Last but not least is the relationship between maintaining multilateral momentum and speeding up the regional process.

So far, at least ostensibly, the official position of many Asian countries is to push the Doha Round negotiations. To be fair, some countries in the region, like India, have been playing a positive role in pursuing the balanced development of the multilateral trading system and in striving for special and differential treatment for less-developed countries.

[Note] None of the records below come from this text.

void register_tone(CLI::App& app, std::vector<command>& commands, const data_files&) {
  auto opt = std::make_shared<tone_options>();
  CLI::App* sub = setup(app, *opt);
  commands.push_back({sub,
                      [opt](std::ostream& out, std::ostream&, base::output_set& outputs) {
                        const tone_report r = run(*opt, outputs);
                        if (opt->json) write_json(r, out);
                        else write_text(r, out);
                      },
                      tone_options_of_fields,
                      [opt] {
                        command_files f;
                        f.outputs.push_back({"OUT", opt->output, false, opt->force});
                        return f;
                      }});
}

}  // namespace pinchoff::cli
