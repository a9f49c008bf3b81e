// The catalogue of bad input: every wrong thing a user can give each command, run in-process
// through the command line. Each row says what is given, the exit status (2: bad input or
// usage) and the words the message must hold: file, line and column for stage files, line
// and column for CSV, the sample position for audio, the option for option values. Every
// row also checks that nothing reached standard output and that no file (finished or
// temporary) was left in the working folder. Adding an error to a command means adding a
// row here.
#include <doctest/doctest.h>

#include <sys/stat.h>
#include <unistd.h>

#include <array>
#include <cstdint>
#include <cstring>
#include <filesystem>
#include <fstream>
#include <set>
#include <sstream>
#include <string>
#include <vector>

#include "cli/app.hpp"
#include "base/error.hpp"
#include "base/units.hpp"
#include "cli/option_text.hpp"
#include "support/cli_runner.hpp"
#include "support/patch_float.hpp"
#include "support/scratch_dir.hpp"

namespace test_bad_input {

namespace fs = std::filesystem;
using pinchoff::testing::scratch_dir;

namespace {

using outcome = pinchoff::testing::cli_result;
using pinchoff::testing::run_cli;

void write(const fs::path& p, std::string_view bytes) {
  std::ofstream f(p, std::ios::binary);
  f.write(bytes.data(), static_cast<std::streamsize>(bytes.size()));
}

std::set<std::string> listing(const fs::path& dir) {
  std::set<std::string> names;
  for (const auto& e : fs::recursive_directory_iterator(dir)) names.insert(e.path().lexically_relative(dir).string());
  return names;
}

// A valid stage of our own (common practice values for a 9 V common-source booster); the
// line numbers of its keys are what the rows below expect.
constexpr std::string_view good_stage =
    "name = \"catalogue stage\"\n"  // 1
    "[supply]\n"                   // 2
    "volts = 9\n"                  // 3
    "[jfet]\n"                     // 4
    "idss = \"5m\"\n"              // 5
    "vp = -1.8\n"                  // 6
    "[gate]\n"                     // 7
    "coupling_cap = \"100n\"\n"    // 8
    "resistor = \"1M\"\n"          // 9
    "[drain]\n"                    // 10
    "resistor = \"3.3k\"\n"        // 11
    "[source]\n"                   // 12
    "resistor = \"680\"\n";        // 13

// sources: a capsule stage of our own (common practice values for a capsule's impedance
// converter); the line numbers are what the rows below expect.
constexpr std::string_view capsule_stage =
    "name = \"catalogue capsule\"\n"     // 1
    "topology = \"source-follower\"\n"   // 2
    "[supply]\n"                         // 3
    "volts = 24\n"                       // 4
    "[jfet]\n"                           // 5
    "idss = \"6m\"\n"                    // 6
    "vp = -1.5\n"                        // 7
    "[signal]\n"                         // 8
    "kind = \"capsule\"\n"               // 9
    "capacitance = \"50p\"\n"            // 10
    "sensitivity = \"12m\"\n"            // 11
    "[gate]\n"                           // 12
    "resistor = \"1G\"\n"                // 13
    "[source]\n"                         // 14
    "resistor = \"2.2k\"\n";             // 15

// pickup source: a single-coil-like pickup with 3 m of cable into a buffer (common practice
// values: 2.5 H, 6 kΩ, 100 pF a metre); the line numbers are what the rows below expect.
constexpr std::string_view pickup_stage =
    "name = \"catalogue pickup\"\n"      // 1
    "topology = \"source-follower\"\n"   // 2
    "[supply]\n"                         // 3
    "volts = 9\n"                        // 4
    "[jfet]\n"                           // 5
    "idss = \"6m\"\n"                    // 6
    "vp = -2\n"                          // 7
    "[signal]\n"                         // 8
    "kind = \"pickup\"\n"                // 9
    "resistance = \"6k\"\n"              // 10
    "inductance = 2.5\n"                 // 11
    "capacitance = \"200p\"\n"           // 12
    "cable = 3\n"                        // 13
    "[gate]\n"                           // 14
    "coupling_cap = \"22n\"\n"           // 15
    "resistor = \"1M\"\n"                // 16
    "[source]\n"                         // 17
    "resistor = \"3.3k\"\n";             // 18
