TEST_CASE("workbench: analyse answers exactly what bias, response, sweep and noise --json print") {
  // The server calls the commands' own report builders (cli/report_json.hpp); the command
  // line is the reference, a single stage and a chain.
  for (const std::string name : {"bass-booster-9v.toml", "two-stage-boost-9v.toml"}) {
    CAPTURE(name);
    running r(settings_for({preset(name)}));
    const auto res = r.client.Post(r.with_token("/api/analyse").c_str(), slurp(preset(name)), "text/plain");
    REQUIRE(res);
    REQUIRE(res->status == 200);
    const nlohmann::json got = nlohmann::json::parse(res->body);
    CHECK(got.at("bias") == cli_json({"bias", preset(name), "--json"}));
    CHECK(got.at("response") == cli_json({"response", preset(name), "--json"}));
    CHECK(got.at("sweep") == cli_json({"sweep", preset(name), "--json"}));
    CHECK(got.at("noise") == cli_json({"noise", preset(name), "--json"}));
    // The page asks for the two halves at once: each the same as in the whole answer.
    const auto small = r.client.Post(r.with_token("/api/analyse?parts=small").c_str(), slurp(preset(name)), "text/plain");
    const auto sweep = r.client.Post(r.with_token("/api/analyse?parts=sweep").c_str(), slurp(preset(name)), "text/plain");
    REQUIRE(small);
    REQUIRE(sweep);
    REQUIRE(small->status == 200);
    REQUIRE(sweep->status == 200);
    nlohmann::json halves = nlohmann::json::parse(small->body);
    CHECK(!halves.contains("sweep"));
    halves["sweep"] = nlohmann::json::parse(sweep->body).at("sweep");
    CHECK(halves == got);
  }
  running r(settings_for({preset("bass-booster-9v.toml")}));
  const auto bad = r.client.Post(r.with_token("/api/analyse?parts=harmonics").c_str(), slurp(preset("bass-booster-9v.toml")), "text/plain");
  REQUIRE(bad);
  CHECK(bad->status == 400);
  CHECK(nlohmann::json::parse(bad->body).at("error") == "parts: give small, sweep or all, got 'harmonics'");
}

TEST_CASE("workbench: an edited text is analysed as its file would be, and a bad one gets the command line's message") {
  scratch_dir dir;
  const fs::path file = dir.path / "stage.toml";
  const std::string good = slurp(preset("bass-booster-9v.toml"));
  write(file, good);
  running r(settings_for({file}));

  // An edit: the source resistor changed in the text; the answer is bias --json of that text.
  std::string edited = good;
  const auto at = edited.find("resistor", edited.find("[source]"));
  REQUIRE(at != std::string::npos);
  const auto q1 = edited.find('"', at), q2 = edited.find('"', q1 + 1);
  edited.replace(q1 + 1, q2 - q1 - 1, "1.5k");
  const auto res_ok = r.client.Post(r.with_token("/api/analyse").c_str(), edited, "text/plain");
  REQUIRE(res_ok);
  REQUIRE(res_ok->status == 200);
  write(file, edited);
  CHECK(nlohmann::json::parse(res_ok->body).at("bias") == cli_json({"bias", file.string(), "--json"}));

  const std::string bad = "name = \"bad\"\n[supply]\nvolts = 9\n[jfet]\nidss = \"5m\"\nvp = -1.8\n[drain]\nresistor = \"-3k\"\n";
  const auto res = r.client.Post(r.with_token("/api/analyse").c_str(), bad, "text/plain");
  REQUIRE(res);
  CHECK(res->status == 400);
  const std::string message = nlohmann::json::parse(res->body).at("error");
  // The same text in the file, through the command line.
  write(file, bad);
  const auto cli = run_cli({"bias", file.string()});
  CHECK(cli.status == 2);
  CHECK(cli.err == "pinchoff bias: " + message + "\n");
}
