void general_solver::track(Eigen::MatrixXd& sensitivity) {
  const bool rescued = full_ && g_.ring_rescued[g_.head];
  if (rescued) {
    // Accepted after a rescue step: Jf at the point itself (the one it holds is the
    // iterate's, a Newton step away), and below, M from it.
    port_set& pt = g_.last();
    for (int j = 0; j < m_.devices; ++j)
      put_block(pt.jf, j, detail::evaluate_ports(g_.dev[static_cast<std::size_t>(j)], pt.v[2 * j], pt.v[2 * j + 1]));
    pt.stale = true;
  }
  // C Jf by JFET j's 3 x 2 block of Jf (rows 3j.., columns 2j..), the rest of Jf zero; the
  // small products coefficient by coefficient (a general product's packing costs more).
  const Eigen::MatrixXd& jf = g_.last().jf;
  for (int j = 0; j < m_.devices; ++j)
    for (int t = 2 * j; t < 2 * j + 2; ++t)
      g_.cj.col(t) = m_.c.col(3 * j) * jf(3 * j, t) + m_.c.col(3 * j + 1) * jf(3 * j + 1, t) +
                     m_.c.col(3 * j + 2) * jf(3 * j + 2, t);
  const port_set& last = g_.last();
  if (pair_) {
    // The two-JFET loop keeps M of every ring point in full (its own points' I - F Jf left
    // unfactored).
    g_.mi = Eigen::Map<const Eigen::Matrix4d>(g_.mring.data() + 16 * g_.head);
  } else if (full_ && !rescued) {
    // So does the loop for three to six JFETs, in columns padded to a multiple of four rows.
    const int np = 2 * m_.devices, rows = (np + 3) / 4 * 4;
    g_.mi = Eigen::Map<const Eigen::MatrixXd, 0, Eigen::OuterStride<>>(
        g_.mring.data() + static_cast<std::ptrdiff_t>(rows) * np * g_.head, np, np, Eigen::OuterStride<>(rows));
  } else if (last.torn || rescued) {
    // A torn point holds J = I - F Jf with its diagonal blocks inverted, not factors (and a
    // rescued point's M is the iterate's): J formed again from the point's Jf and factored
    // with pivoting.
    const int np = 2 * m_.devices;
    one_minus_f_jf(m_.f, jf, g_.track_lu);
    if (!(lu_factor(g_.track_lu.data(), np, g_.track_piv.data()) > 0.0))
      g_.track_lu.setConstant(std::numeric_limits<double>::quiet_NaN());
    inverse_of(g_.track_lu, g_.track_piv, false, g_.mi);
  } else {
    inverse_of(last.lu, last.piv, last.blocked, g_.mi);
  }
  g_.md.noalias() = g_.mi.lazyProduct(m_.d);
  apply_factor(g_.cj, g_.md, sensitivity);
}

// A guess extrapolated past a corner of the waveform can put a gate junction far forward
// where the solution has it off: Newton then walks down the exponential by about n Vt an
// iteration (24-43 evaluations in one sample where the bench's chains clip at 10 V). Each
// JFET's part of the guess is limited as a Newton step from the point it was extrapolated
// from (pnjlim, Nagel 1975), with the junction's knee in place of vcrit: where its
// conductance times the network's resistance at the junction (F's diagonal entry) reaches
// 1, at most vcrit (storage::guess_knee).
__attribute__((noinline)) void general_solver::limit_guess(double* v, const double* from) const noexcept {
  const int k = m_.devices;
  for (int j = 0; j < k; ++j) {
    const double gs = v[2 * j], gd = v[2 * j] - v[2 * j + 1];
    if (!(gs > g_.guess_knee[2 * j] || gd > g_.guess_knee[2 * j + 1])) continue;
    const double nvt = g_.dev[static_cast<std::size_t>(j)].nvt_v;
    const double gs0 = from[2 * j], gd0 = from[2 * j] - from[2 * j + 1];
    const double ls = limit_junction(gs, gs0, nvt, g_.guess_knee[2 * j]);
    const double ld = limit_junction(gd, gd0, nvt, g_.guess_knee[2 * j + 1]);
    double alpha = 1.0;
    if (ls != gs) alpha = std::min(alpha, (ls - gs0) / (gs - gs0));
    if (ld != gd) alpha = std::min(alpha, (ld - gd0) / (gd - gd0));
    if (alpha < 1.0 && alpha >= 0.0) {
      v[2 * j] = from[2 * j] + alpha * (v[2 * j] - from[2 * j]);
      v[2 * j + 1] = from[2 * j + 1] + alpha * (v[2 * j + 1] - from[2 * j + 1]);
    }
  }
}
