@settings(max_examples=8, deadline=None)
@given(
    n_sub=st.integers(2, 3),
    seed=st.integers(0, 10_000),
    spread=st.floats(0.0, 20.0),
)
def test_no_subwoofer_is_raised(n_sub, seed, spread):
    # safety (issue 20): every level a cut, the loudest at exactly 0 dB, for any input
    rng = np.random.default_rng(seed)
    f = spread_grid_hz(60.0)
    level = 10 ** (rng.uniform(-spread, spread, (4, n_sub, 1)) / 20)
    resp = level * np.exp(1j * rng.uniform(0, 2 * np.pi, (4, n_sub, f.size)))
    plan = plan_subwoofers(
        resp, f, [f"s{i}" for i in range(n_sub)], list(range(n_sub)), predict=False
    )
    assert np.all(plan.gain_db <= 0.0) and plan.gain_db.max() == 0.0
    assert np.all(plan.gain_db >= OFF_DB)
    # each subwoofer's own filter: cuts only, no deeper than offered, at most MAX_CUTS
    for cuts in plan.cuts:
        assert len(cuts) <= MAX_CUTS
        assert all(min(CUT_DEPTHS_DB) <= g < 0.0 for _, g, _ in cuts)
    assert np.all(plan.delay_s >= 0.0)
    # never worse than equal feed nor than the best single subwoofer, at the measured seats
    assert plan.spread_after_db <= plan.spread_equal_db + 1e-9
    # (a subwoofer 'off' is at OFF_DB = -60 dB, 0.1 % of its amplitude: within 0.02 dB)
    assert plan.spread_after_db <= plan.spread_single_db.min() + 0.02


@pytest.fixture(scope="module")
def two_sub_design():
    dims, t60, subs, lat = MULTI_SUB_ROOMS["two-front-back"]
    irs = simulate_pra(
        dims,
        mains_m(dims) + subs,
        ["main"] * 2 + ["sub"] * 2,
        sofa_positions(dims),
        t60,
        [0, 0, *lat],
        length_s=0.6,
    )
    d = design_from_dict(
        {
            "channel_names": "left,right,front_sub,back_sub",
            "subwoofer": "front_sub,back_sub",
            "sample_rates": [FS, 96000],
        }
    )
    return irs, run_design(irs, FS, Settings(design=d))


def _through_own(row: np.ndarray, arr, k: int, rate: int) -> np.ndarray:
    """``row`` through subwoofer ``k``'s own filter (its cuts by scipy's sosfilt, or its
    shaped feed's FIR filter by numpy's convolution), cut to the row's length."""
    if arr.feed is None:
        for f0, gain, q in arr.cuts[k]:
            row = sosfilt(cut_sos(f0, gain, q, rate), row)
        return row
    fir = feed_fir(arr.feed_nodes_hz, arr.feed[k], rate, arr.feed_latency_s)
    return np.convolve(row, fir)[: row.size]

At the multilateral level, a consensus among some 163 WTO members is needed. At the regional level, however, there is a relatively limited number of negotiating parties. In this context, member states’ blind adherence to their own immediate interests can lead to protracted talks, and even to a full replay of the gridlocked Doha Round negotiations.

2015 was a crucial year for Asia-Pacific FTAs, the biggest event being the eventual conclusion of TPP negotiations. This year may be even bigger for world trade politics. Besides RCEP, the Transatlantic Trade and Investment Partnership between the United States and the EU, as well as the Economic Integration Agreement between Japan and their European counterparts, are all due at the end of 2016.

With these mega-FTAs, the power balance of global trade and rule-making is undergoing a fundamental transformation. The approach of world trade negotiations is also changing significantly.

Time is running out. Without a substantial outcome, will RCEP be ‘much ado about nothing’? We can only hope for the best.

He Ping is Associate Professor of international political economy at the Center for Japanese Studies, Institute of International Studies, Fudan University.